# Leatherman Multi-tools



## mikeh32 (Feb 16, 2009)

not a leatherman, but a paladin(sog) pt540. I also do only low volt work too












> -Drywall Punch Plier Tip
> - Needlenose Pliers
> - Gripping Pliers
> - Extra Large Wire Cutter (Cuts 10 AWG Electrical Wire)
> ...


----------



## administr8tor (Mar 6, 2010)

I use the wave everyday! great tool :thumbsup::thumbsup: It's on my belt next to my maglite which I use everyday as well. and on the other side is my wera kraftform kompakt also a great everyday tool:thumbsup::thumbsup::thumbsup:


----------



## gilbequick (Oct 6, 2007)

I have the Surge and the Wave. The Surge is great but it's a beast, big and heavy. The Wave is more of a middle ground Multi with lots of function while keeping the weight moderate. I carry the Wave :thumbsup:.

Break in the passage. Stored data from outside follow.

using System.Globalization;
using CopyNumber.Cli;
using CopyNumber.Deterministic;
using CopyNumber.Ensembles;
using CopyNumber.Network;
using CopyNumber.Runs;
using CopyNumber.Storage;
using CopyNumber.Stochastic;
using CopyNumber.Tests.Storage;
using Xunit.Abstractions;
using static CopyNumber.Tests.Resilience.RunFolders;

namespace CopyNumber.Tests.Resilience;

/// <summary>
/// Issue 10, fault 3: with --paths on a disk that filled up the run ended with "Index was outside the
/// bounds of the array.", exit 1 and only deterministic.parquet, although the summaries would have fit
/// (the paths table kept a full row group after a failed flush). Now the paths are dropped with a clear
/// message and the summary tables and manifest are written, identical to a run without --paths.
/// </summary>
public class PathsFullDiskTests(ITestOutputHelper log)
{
    /// <summary>2000 replicates × 101 grid points = 202 000 path rows; with the 2 + 4 columns of the gene model, several MB.</summary>
    private const int Replicates = 2000;

    private static SimulationRequest Request(ScratchFolder scratch, string name, long pathReplicates, Func<string, Stream>? open)
    {
        var loaded = ModelLoader.LoadText(BurstyGene, "gene.cnet").Model!;
        var folder = scratch.File(name);
        Directory.CreateDirectory(folder);
        var specification = new RunSpecification
        {
            Model = loaded,
            Grid = new TimeGrid(50, 0.5),
            Replicates = Replicates,
            Seed = 11,
            MethodRequested = "direct",
            Threads = 2,
            PathReplicates = pathReplicates,
        };
        return new SimulationRequest(RunPlan.Make(specification), folder) { OpenPathsFile = open };
    }

    [Fact]
    public void A_disk_that_fills_up_while_paths_are_written_drops_the_paths_and_writes_the_same_summaries_as_a_run_without_them()
    {
        using var scratch = new ScratchFolder();
        var reference = SimulationRun.Execute(Request(scratch, "reference", 0, null));
        var whole = SimulationRun.Execute(Request(scratch, "whole", Replicates, null));
        Assert.Null(whole.PathsFailure);
        var pathsSize = new FileInfo(Path.Combine(scratch.File("whole"), RunFiles.Paths)).Length;
        log.WriteLine($"paths.parquet of the whole run: {pathsSize} bytes");

        // Chosen points: the file's header, inside the first full row group, and the last byte of the footer.
        foreach (var capacity in new[] { 0L, 100_000L, pathsSize - 1 })
        {
            var name = $"full-{capacity}";
            var outcome = SimulationRun.Execute(Request(scratch, name, Replicates, temporary => new FillingStream(temporary, capacity)));
            var folder = scratch.File(name);

            Assert.NotNull(outcome.PathsFailure);
            Assert.StartsWith("no space left on device while writing paths.parquet (after ", outcome.PathsFailure);
            Assert.EndsWith("the paths were dropped", outcome.PathsFailure);
            Assert.Equal(StopReason.Finished, outcome.StopReason);
            Assert.Equal(outcome.PathsFailure, Manifest(folder).ExtraText(ManifestFields.PathsFailure));
            Assert.False(File.Exists(Path.Combine(folder, RunFiles.Paths)));
            Assert.Empty(Directory.GetFiles(folder, "*" + AtomicFile.PartialMarker + "*"));
            // The paths are a by-product: the summaries are the reference run's, cell for cell.
            foreach (var file in ResultFiles) AssertSameCells(scratch.File("reference"), folder, file);
        }
        Assert.Null(reference.PathsFailure);
    }

    [Fact]
    public void On_a_real_full_tmpfs_simulate_with_paths_exits_1_with_a_clear_message_and_keeps_the_summaries()
    {
        if (ChildCli.TmpfsUnavailable() is { } reason)
        {
            log.WriteLine($"skipped: {reason}");
            return;
        }
        using var scratch = new ScratchFolder();
        var model = WriteModel(scratch);
        var mount = scratch.File("small");
        Directory.CreateDirectory(mount);
        // Measured: the summaries take about 0.6 MB and paths.parquet about 4.6 MB, so 2 MB holds the one and not the other.
        var (code, output, error) = ChildCli.Shell(
            $"mount -t tmpfs -o size=2m tmpfs '{mount}' && {ChildCli.Cn} simulate '{model}' --until 50 --every 0.1 --replicates {Replicates} --seed 1 --paths all --no-contrast --out '{mount}/run'; " +
            $"echo \"exit=$?\"; ls '{mount}/run' | sed 's/^/entry /'; cat '{mount}/run/{RunFiles.Manifest}'");
        log.WriteLine(output + error);
        Assert.Equal(0, code);
        Assert.Contains($"exit={ExitCodes.RunFailed}", output);
        Assert.Contains("error: no space left on device while writing paths.parquet (after ", error);
        Assert.Contains("the summary tables and manifest.json were written without them", error);
        Assert.DoesNotContain("Index was outside", error);
        Assert.DoesNotContain("   at ", error);
        foreach (var file in new[] { RunFiles.Moments, RunFiles.Distributions, RunFiles.ReadoutState, RunFiles.Deterministic, RunFiles.Manifest })
            Assert.Contains($"entry {file}\n", output);
        Assert.DoesNotContain($"entry {RunFiles.Paths}", output);
        Assert.DoesNotContain(AtomicFile.PartialMarker, output);
        Assert.Contains($"\"{ManifestFields.PathsFailure}\": \"no space left on device while writing paths.parquet", output);
    }
}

Aside from Leatherman, the Victorinox Spirit is also a great multi, very well made.


----------



## vos (Apr 1, 2010)

i have the charge and use it a lot.


----------



## kevmanTA (Jul 20, 2010)

gilbequick said:


> I have the Surge and the Wave. The Surge is great but it's a beast, big and heavy. The Wave is more of a middle ground Multi with lots of function while keeping the weight moderate. I carry the Wave :thumbsup:.
> 
> Aside from Leatherman, the Victorinox Spirit is also a great multi, very well made.

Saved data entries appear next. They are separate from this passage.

using System.Runtime.CompilerServices;

namespace CopyNumber.Kinetics;

/// <summary>
/// The stochastic propensities a_j(x) in events per unit time, compiled once and shared by all threads.
/// Mass action follows Gillespie (1977, J. Phys. Chem. 81:2340): with macroscopic constant k, reactant
/// stoichiometries ν_i and system size Ω, a(x) = Ω·k·∏ ff(x_i, ν_i)/Ω^ν_i = c·∏ ff(x_i, ν_i) where
/// c = k·Ω^(1−order) and ff is the falling factorial. The constants c depend on the parameters (which a
/// schedule may change), so each simulator keeps its own copy, filled by <see cref="ComputeConstants"/>.
/// </summary>
public sealed class Propensities
{
    private readonly PropensityForm[] _form;
    private readonly int[] _speciesA;
    private readonly int[] _speciesB;
    private readonly int[][] _reactantSpecies;
    private readonly long[][] _reactantOrders;
    private readonly int[] _totalOrder;
    private readonly CountLaw?[] _rateLaws;
    private readonly StateLaw?[] _macroscopicConstants;
    private readonly double _size;

    /// <summary>Creates the propensities of a network; used by the network compiler.</summary>
    /// <param name="size">System size Ω.</param>
    /// <param name="reactants">Per reaction, its reactant species and stoichiometries (empty for <c>0 -> ...</c>).</param>
    /// <param name="macroscopicConstants">Per reaction, k as a law of the parameters for mass action; null for rate laws.</param>
    /// <param name="rateLaws">Per reaction, the compiled propensity for rate laws; null for mass action.</param>
    public Propensities(
        double size,
        IReadOnlyList<IReadOnlyList<(int Species, long Order)>> reactants,
        IReadOnlyList<StateLaw?> macroscopicConstants,
        IReadOnlyList<CountLaw?> rateLaws)
    {
        _size = size;
        var m = reactants.Count;
        Count = m;
        _form = new PropensityForm[m];
        _speciesA = new int[m];
        _speciesB = new int[m];
        _reactantSpecies = new int[m][];
        _reactantOrders = new long[m][];
        _totalOrder = new int[m];
        _rateLaws = rateLaws.ToArray();
        _macroscopicConstants = macroscopicConstants.ToArray();
        for (var j = 0; j < m; j++)
        {
            var list = reactants[j];
            _reactantSpecies[j] = list.Select(r => r.Species).ToArray();
            _reactantOrders[j] = list.Select(r => r.Order).ToArray();
            _totalOrder[j] = (int)list.Sum(r => r.Order);
            if (_rateLaws[j] is not null) { _form[j] = PropensityForm.RateLaw; continue; }
            _form[j] = list switch
            {
                { Count: 0 } => PropensityForm.Constant,
                [{ Order: 1 }] => PropensityForm.Unimolecular,
                [{ Order: 2 }] => PropensityForm.Homodimer,
                [{ Order: 1 }, { Order: 1 }] => PropensityForm.Bimolecular,
                _ => PropensityForm.GeneralMassAction,
            };
            if (list.Count > 0) _speciesA[j] = list[0].Species;
            if (list.Count > 1) _speciesB[j] = list[1].Species;
        }
    }

    /// <summary>Number of reactions.</summary>
    public int Count { get; }

    /// <summary>The compiled shape of reaction <paramref name="reaction"/>'s propensity.</summary>
    public PropensityForm Form(int reaction) => _form[reaction];

    /// <summary>Sum of reactant stoichiometries of a reaction (its molecularity).</summary>
    public int Order(int reaction) => _totalOrder[reaction];

    /// <summary>Reactant species and stoichiometries of a reaction.</summary>
    public IReadOnlyList<(int Species, long Order)> Reactants(int reaction) =>
        _reactantSpecies[reaction].Zip(_reactantOrders[reaction]).Select(p => (p.First, p.Second)).ToArray();

    /// <summary>
    /// Fills the stochastic constants c_j = k_j·Ω^(1−order_j) for the given parameters (0 for rate laws).
    /// Call again after a schedule event changes a parameter.
    /// </summary>
    public void ComputeConstants(double[] parameters, double[] constants)
    {
        for (var j = 0; j < Count; j++)
        {
            var k = _macroscopicConstants[j];
            constants[j] = k is null ? 0.0 : k([], parameters) * Math.Pow(_size, 1 - _totalOrder[j]);
        }
    }

    /// <summary>a_j(x) in events per unit time. Does not check the sign of a rate law's value.</summary>
    [MethodImpl(MethodImplOptions.AggressiveInlining)]
    public double Evaluate(int j, long[] counts, double[] constants, double[] parameters)
    {
        switch (_form[j])
        {
            case PropensityForm.Constant:
                return constants[j];
            case PropensityForm.Unimolecular:
                return constants[j] * counts[_speciesA[j]];
            case PropensityForm.Bimolecular:
                return constants[j] * counts[_speciesA[j]] * (double)counts[_speciesB[j]];
            case PropensityForm.Homodimer:
            {
                double x = counts[_speciesA[j]];
                return constants[j] * x * (x - 1.0);
            }
            case PropensityForm.GeneralMassAction:
                return EvaluateGeneral(j, counts, constants);
            default:
                return _rateLaws[j]!(counts, parameters);
        }
    }

    /// <summary>Evaluates every propensity into <paramref name="into"/>.</summary>
    public void EvaluateAll(long[] counts, double[] constants, double[] parameters, double[] into)
    {
        for (var j = 0; j < Count; j++) into[j] = Evaluate(j, counts, constants, parameters);
    }

    private double EvaluateGeneral(int j, long[] counts, double[] constants)
    {
        var a = constants[j];
        var species = _reactantSpecies[j];
        var orders = _reactantOrders[j];
        for (var r = 0; r < species.Length; r++)
        {
            double x = counts[species[r]];
            for (var q = 0L; q < orders[r]; q++) a *= x - q;
        }
        return a;
    }
}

The surge is a tank, the first day wearing it, I felt like it was pulling me to one side..


----------



## migidametz (Aug 11, 2010)

I agree, the wave is a good middle ground multitool. Its not that heavy to wear. I never wear a tool belt, and what I like the most about it is just the fact when I forget to pick up a tool and I'm at the top of the ladder I just use the leatherman. I can't believe how I use it because of that.


----------



## kevmanTA (Jul 20, 2010)

migidametz said:


> I agree, the wave is a good middle ground multitool. Its not that heavy to wear. I never wear a tool belt, and what I like the most about it is just the fact when I forget to pick up a tool and I'm at the top of the ladder I just use the leatherman. I can't believe how I use it because of that.

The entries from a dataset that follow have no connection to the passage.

using CopyNumber.Language;

namespace CopyNumber.Kinetics;

/// <summary>
/// Expressions as shared graphs. Symbolic derivatives and inlined readouts reuse subexpressions by
/// reference instead of copying them, so an expression can be a directed acyclic graph whose tree form is
/// exponentially larger than the graph (a derivative of nested Hill functions refers to each inner
/// function and its derivative several times). Everything that walks such an expression visits each
/// node once, by reference: never by the records' structural equality, which would walk the tree form.
/// </summary>
public static class ExpressionGraph
{
    /// <summary>The operands of a node, left to right; none for numbers and names.</summary>
    public static IReadOnlyList<Expr> Children(Expr expression) => expression switch
    {
        NegateExpr negate => [negate.Operand],
        BinaryExpr binary => [binary.Left, binary.Right],
        CallExpr call => call.Arguments,
        CompareExpr compare => [compare.Left, compare.Right],
        LogicExpr logic => [logic.Left, logic.Right],
        NotExpr not => [not.Operand],
        _ => [],
    };

    /// <summary>
    /// Every distinct node (by reference) reachable from <paramref name="expression"/>, each after its
    /// operands (post-order), so a consumer may rely on having seen a node's operands first.
    /// </summary>
    public static IReadOnlyList<Expr> Nodes(Expr expression)
    {
        var order = new List<Expr>();
        var seen = new HashSet<Expr>(ReferenceEqualityComparer.Instance);
        // An explicit stack: nesting depth is not bounded by the language, the thread's stack is.
        var stack = new Stack<(Expr Node, int Next)>();
        if (seen.Add(expression)) stack.Push((expression, 0));
        while (stack.Count > 0)
        {
            var (node, next) = stack.Pop();
            var children = Children(node);
            if (next < children.Count)
            {
                stack.Push((node, next + 1));
                if (seen.Add(children[next])) stack.Push((children[next], 0));
                continue;
            }
            order.Add(node);
        }
        return order;
    }

    /// <summary>The number of distinct nodes of <paramref name="expression"/>: its size as a graph.</summary>
    public static int NodeCount(Expr expression) => Nodes(expression).Count;

    /// <summary>
    /// For each node, how many distinct parent nodes refer to it (a node used twice by one parent, as in
    /// <c>u * u</c>, counts twice). Nodes counted 2 or more are the shared ones a compiler emits once.
    /// </summary>
    public static Dictionary<Expr, int> UseCounts(Expr expression)
    {
        var uses = new Dictionary<Expr, int>(ReferenceEqualityComparer.Instance);
        foreach (var node in Nodes(expression))
        {
            uses.TryAdd(node, 0);
            foreach (var child in Children(node)) uses[child] = uses.GetValueOrDefault(child) + 1;
        }
        return uses;
    }

    /// <summary>The distinct names an expression uses (each name once, in no particular order).</summary>
    public static IEnumerable<string> NamesUsed(Expr expression) =>
        Nodes(expression).OfType<NameExpr>().Select(n => n.Name).Distinct();
}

The wave is great, I liked when they added the really small flathead/phillips for adjusting glasses..


----------



## Trimix-leccy (Dec 4, 2007)

I have the Titanium Charge with 2 'bit holders' [not made anymore]....up until about 2 minutes ago it was the best multitool that I had ever seen

Now that I have seen the Paladin I feel inadequate  and now NEED one


----------



## mikeh32 (Feb 16, 2009)

Trimix-leccy said:


> I have the Titanium Charge with 2 'bit holders' [not made anymore]....up until about 2 minutes ago it was the best multitool that I had ever seen
> 
> Now that I have seen the Paladin I feel inadequate  and now NEED one


I have a leatherman skeleton for when im doing tower work... I wish i could some how make my paladin work the same way. 

I went from a leatherman surge, and it was great. but the paladin is made for a purpose. and plus its just a rebranded sog, which are great tools


----------



## JohnJ0906 (Jan 22, 2007)

I have the Wave, but I usually only carry it off work.


----------



## Squid27wfd3 (Jul 14, 2010)

mikeh32 said:


> not a leatherman, but a paladin(sog) pt540. I also do only low volt work too


That tool is made by SOG I love their paratool the head folded over insted of inside like the others. I carry one in my fire gear 
I carry a Victorinox swiss tool every day on my belt I love it and would recomend it to everyone
The leatherman just doesn't feel right to me for some reason.


----------



## savagelh (Sep 30, 2010)

I love lm tools. Have a couple old supertools and a wave, micra, and the new supertool 300. What a beast.


----------



## 480sparky (Sep 20, 2007)

Friggin' rookies. 









​


----------



## ibuzzard (Dec 28, 2008)

480sparky said:


> Friggin' rookies.
> 
> 
> 
> ...


Love it,480!I would never use a Leatherman.They require two hands to open.With the Gerber,I can reach to my side,pull it from the pouch and flick it open to use the pliers,which is what I most often use it for,all with one hand.In fact,I hardly use a multi-tool,just buy a new one every few years till it gets misplaced.I always have my minimalist tool pouch with a few tools,each one does its' job far better than anything on any multi-tool.


----------



## Jlarson (Jun 28, 2009)

ibuzzard said:


> I would never use a Leatherman.They require two hands to open.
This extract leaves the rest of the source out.